Stored items:
//! Series-level comparison: a past experiment recorded as totals per period of each arm.
//!
//! **Truth.** With treated-arm share `a_t` and control-arm share `a_c` of the traffic, the
//! control arm scaled to the treated arm's size is `(a_t / a_c) C_t`; the effect on the treated
//! arm in period `t` of the test window is `d_t = T_t - (a_t / a_c) C_t`. The truth is the
//! average per period `mean_t d_t`, its relative form `sum T / sum (a_t/a_c) C - 1`, and its
//! interval a Bayesian bootstrap over the window's periods (periods treated as exchangeable
//! draws of the arms' noise; serial correlation would make it too narrow).
//!
//! **Observational estimates.** Each [`PathModel`] is fitted on the treated arm's own
//! pre-period, as if the change had gone to everyone, and draws counterfactual paths of the
//! window; the effect per draw is `mean_t (T_t - cf_t)`. Forecast models may use control
//! series the change did not touch; synthetic-control models get the donor segments as
//! controls.

use crate::backtest::PathModel;
use crate::compare::{Comparison, ComparisonRow, MethodFailure, TruthSummary};
use crate::error::{CalibrateError, CalibrateResult};
use crate::estimators::MethodEstimate;
use aftercast_core::estimate::Inference;
use aftercast_core::table::InputInfo;
use aftercast_resample::rng::child_seed;
use aftercast_resample::{judge, scalar_block};
use serde_json::{Map, json};

/// A past experiment as arm totals per period.
#[derive(Debug, Clone)]
pub struct ArmSeries {
    /// Label of the experiment (the setting of the table rows).
    pub name: String,
    /// Treated-arm total per period.
    pub treated: Vec<f64>,
    /// Control-arm total per period.
    pub control: Vec<f64>,
    /// Share of units in the treated arm.
    pub treated_share: f64,
    /// Share of units in the control arm.
    pub control_share: f64,
    /// First period of the test window.
    pub window_start: usize,
    /// End of the test window (exclusive).
    pub window_end: usize,
    /// Control series untouched by the change (for forecast models), full length.
    pub controls: Vec<(String, Vec<f64>)>,
    /// Donor segments untouched by the change (for synthetic-control models), full length.
    pub donors: Vec<(String, Vec<f64>)>,
    /// Input files.
    pub inputs: Vec<InputInfo>,
}

impl ArmSeries {
    fn check(&self) -> CalibrateResult<()> {
        let n = self.treated.len();
        let bad = |name: &'static str, value: String, detail: String| {
            Err(CalibrateError::BadParameter { name, value, detail })
        };
        if self.control.len() != n {
            return bad(
                "--control-arm",
                self.control.len().to_string(),
                format!("needs {n} periods like the treated arm"),
            );
        }
        for (what, s) in [("treated share", self.treated_share), ("control share", self.control_share)] {
            if !(s > 0.0 && s < 1.0) {
                return bad("--allocation", s.to_string(), format!("the {what} must be strictly between 0 and 1"));
            }
        }
        if !(self.window_start < self.window_end && self.window_end <= n) {
            return bad(
                "--start/--end",
                format!("{}..{}", self.window_start, self.window_end),
                format!("the test window must lie inside the {n} periods"),
            );
        }
        if self.window_start < 3 {
            return bad("--start", self.window_start.to_string(), "at least 3 pre-periods are needed".into());
        }
        for (name, v) in self.controls.iter().chain(&self.donors) {
            if v.len() != n {
                return bad("--controls/--donors", name.clone(), format!("has {} periods, not {n}", v.len()));
            }
        }
        for (t, v) in self.treated[self.window_start..self.window_end]
            .iter()
            .chain(&self.control[self.window_start..self.window_end])
            .enumerate()
        {
            if !v.is_finite() {
                return bad("arm totals", v.to_string(), format!("window value {t} is missing or not finite"));
            }
        }
        Ok(())
    }

    /// `d_t` over the window.
    pub fn window_effects(&self) -> Vec<f64> {
        let r = self.treated_share / self.control_share;
        (self.window_start..self.window_end).map(|t| self.treated[t] - r * self.control[t]).collect()
    }
}

/// The truth of a series-level experiment.
///
/// # Errors
/// [`CalibrateError::BadParameter`] for inconsistent lengths, shares or window;
/// [`CalibrateError::Bootstrap`].
pub fn series_truth(arms: &ArmSeries, opts: &Inference) -> CalibrateResult<TruthSummary> {
    arms.check()?;
    opts.check()?;
    let d = arms.window_effects();
    let r = arms.treated_share / arms.control_share;
    let base: Vec<f64> = (arms.window_start..arms.window_end).map(|t| r * arms.control[t]).collect();
    let point = d.iter().sum::<f64>() / d.len() as f64;
    let seed = child_seed(opts.seed, "series-truth");
    // each draw: one Dirichlet weight vector over periods for the effect and the baseline
    let pairs: Vec<(f64, f64)> = aftercast_resample::rng::par_draws(seed, opts.draws, |_, rng| {
        let w = aftercast_resample::bayes::dirichlet_weights(d.len(), rng);
        let e: f64 = w.iter().zip(&d).map(|(w, x)| w * x).sum();
        let b: f64 = w.iter().zip(&base).map(|(w, x)| w * x).sum();
        (e, b)
    });
    let (draws, baseline): (Vec<f64>, Vec<f64>) = pairs.into_iter().unzip();
    let base_point = base.iter().sum::<f64>() / base.len() as f64;
    let (effect, _) = scalar_block(point, Some(base_point), &draws, Some(&baseline), Some(d.len()), opts);
    let (verdict, _) = judge(&effect, &opts.rope);
    let mut details = Map::new();
    details.insert("window_periods".into(), json!(d.len()));
    details.insert("allocation_ratio".into(), json!(r));
    details.insert("treated_total".into(), json!(arms.treated[arms.window_start..arms.window_end].iter().sum::<f64>()));
    details.insert("scaled_control_total".into(), json!(base.iter().sum::<f64>()));
    details.insert(
        "relative".into(),
        json!(arms.treated[arms.window_start..arms.window_end].iter().sum::<f64>() / base.iter().sum::<f64>() - 1.0),
    );
    Ok(TruthSummary {
        label: "average effect per period on the treated arm".into(),
        point,
        summary: effect.average,
        effect,
        verdict,
        details,
        draws,
        baseline,
        baseline_point: base_point,
        units: d.len(),
    })
}

fn model_estimate(
    model: &dyn PathModel,
    arms: &ArmSeries,
    controls: &[Vec<f64>],
    opts: &Inference,
) -> CalibrateResult<MethodEstimate> {
    let (s, e) = (arms.window_start, arms.window_end);
    let h = e - s;
    let ctrl: Vec<Vec<f64>> = controls.iter().map(|c| c[..e].to_vec()).collect();
    let paths = model
        .paths(&arms.treated[..s], &ctrl, h, opts.draws, child_seed(opts.seed, &model.name()))
        .map_err(|source| CalibrateError::Method { method: model.name(), setting: arms.name.clone(), source })?;
    if paths.is_empty() || paths.iter().any(|p| p.len() != h || p.iter().any(|v| !v.is_finite())) {
        return Err(CalibrateError::BadPaths {
            model: model.name(),
            origin: s,
            detail: format!("expected finite paths of length {h}"),
        });
    }
    let y = &arms.treated[s..e];
    let (draws, baseline): (Vec<f64>, Vec<f64>) = paths
        .iter()
        .map(|p| {
            let eff = y.iter().zip(p).map(|(a, b)| a - b).sum::<f64>() / h as f64;
            (eff, p.iter().sum::<f64>() / h as f64)
        })
        .unzip();
    let point = draws.iter().sum::<f64>() / draws.len() as f64;
    let mut diagnostics = Map::new();
    diagnostics.insert("paths".into(), json!(paths.len()));
    diagnostics.insert("fitted_on_periods".into(), json!(s));
    Ok(MethodEstimate {
        point,
        draws,
        baseline: Some(baseline),
        estimand: "effect on the treated arm".into(),
        diagnostics,
        warnings: Vec::new(),
    })
}

/// Compare forecast models (fitted on the treated arm's pre-period, with `arms.controls`) and
/// synthetic-control models (with `arms.donors` as donors) against the experiment's truth.
///
/// # Errors
/// Those of [`series_truth`]. A model that fails is listed in [`Comparison::failures`].
pub fn compare_series(
    arms: &ArmSeries,
    forecast_models: &[&dyn PathModel],
    donor_models: &[&dyn PathModel],
    opts: &Inference,
) -> CalibrateResult<Comparison> {
    let truth = series_truth(arms, opts)?;
    let h = arms.window_end - arms.window_start;
    let controls: Vec<Vec<f64>> = arms.controls.iter().map(|(_, v)| v.clone()).collect();
    let donors: Vec<Vec<f64>> = arms.donors.iter().map(|(_, v)| v.clone()).collect();
    let mut rows = Vec::new();
    let mut failures = Vec::new();
    let mut warnings = Vec::new();
    if !donor_models.is_empty() && donors.len() < 2 {
        warnings.push(
            "synthetic-control models need at least two donor segments; they were skipped, so the comparison has no synthetic-control rows: give at least two untouched segments with --donors"
                .into(),
        );
    }
    let runs = forecast_models
        .iter()
        .map(|m| (*m, &controls))
        .chain(donor_models.iter().filter(|_| donors.len() >= 2).map(|m| (*m, &donors)));
    for (m, c) in runs {
        match model_estimate(m, arms, c, opts) {
            Ok(est) => rows.push(ComparisonRow::new(&m.name(), &arms.name, est, &truth, Some(h), opts)),
            Err(e) => {
                failures.push(MethodFailure { method: m.name(), setting: arms.name.clone(), message: e.to_string() })
            }
        }
    }
    Ok(Comparison {
        truth,
        rows,
        failures,
        options: *opts,
        inputs: arms.inputs.clone(),
        warnings,
        kind: "series".into(),
    })
}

## [YOUR INSTRUCTIONS]
Nothing but an exact copy of the lines from the start of the entries through the line containing "the traffic, the" belongs in the response.

## [TASK SOLUTION]
//! Series-level comparison: a past experiment recorded as totals per period of each arm.
//!
//! **Truth.** With treated-arm share `a_t` and control-arm share `a_c` of the traffic, the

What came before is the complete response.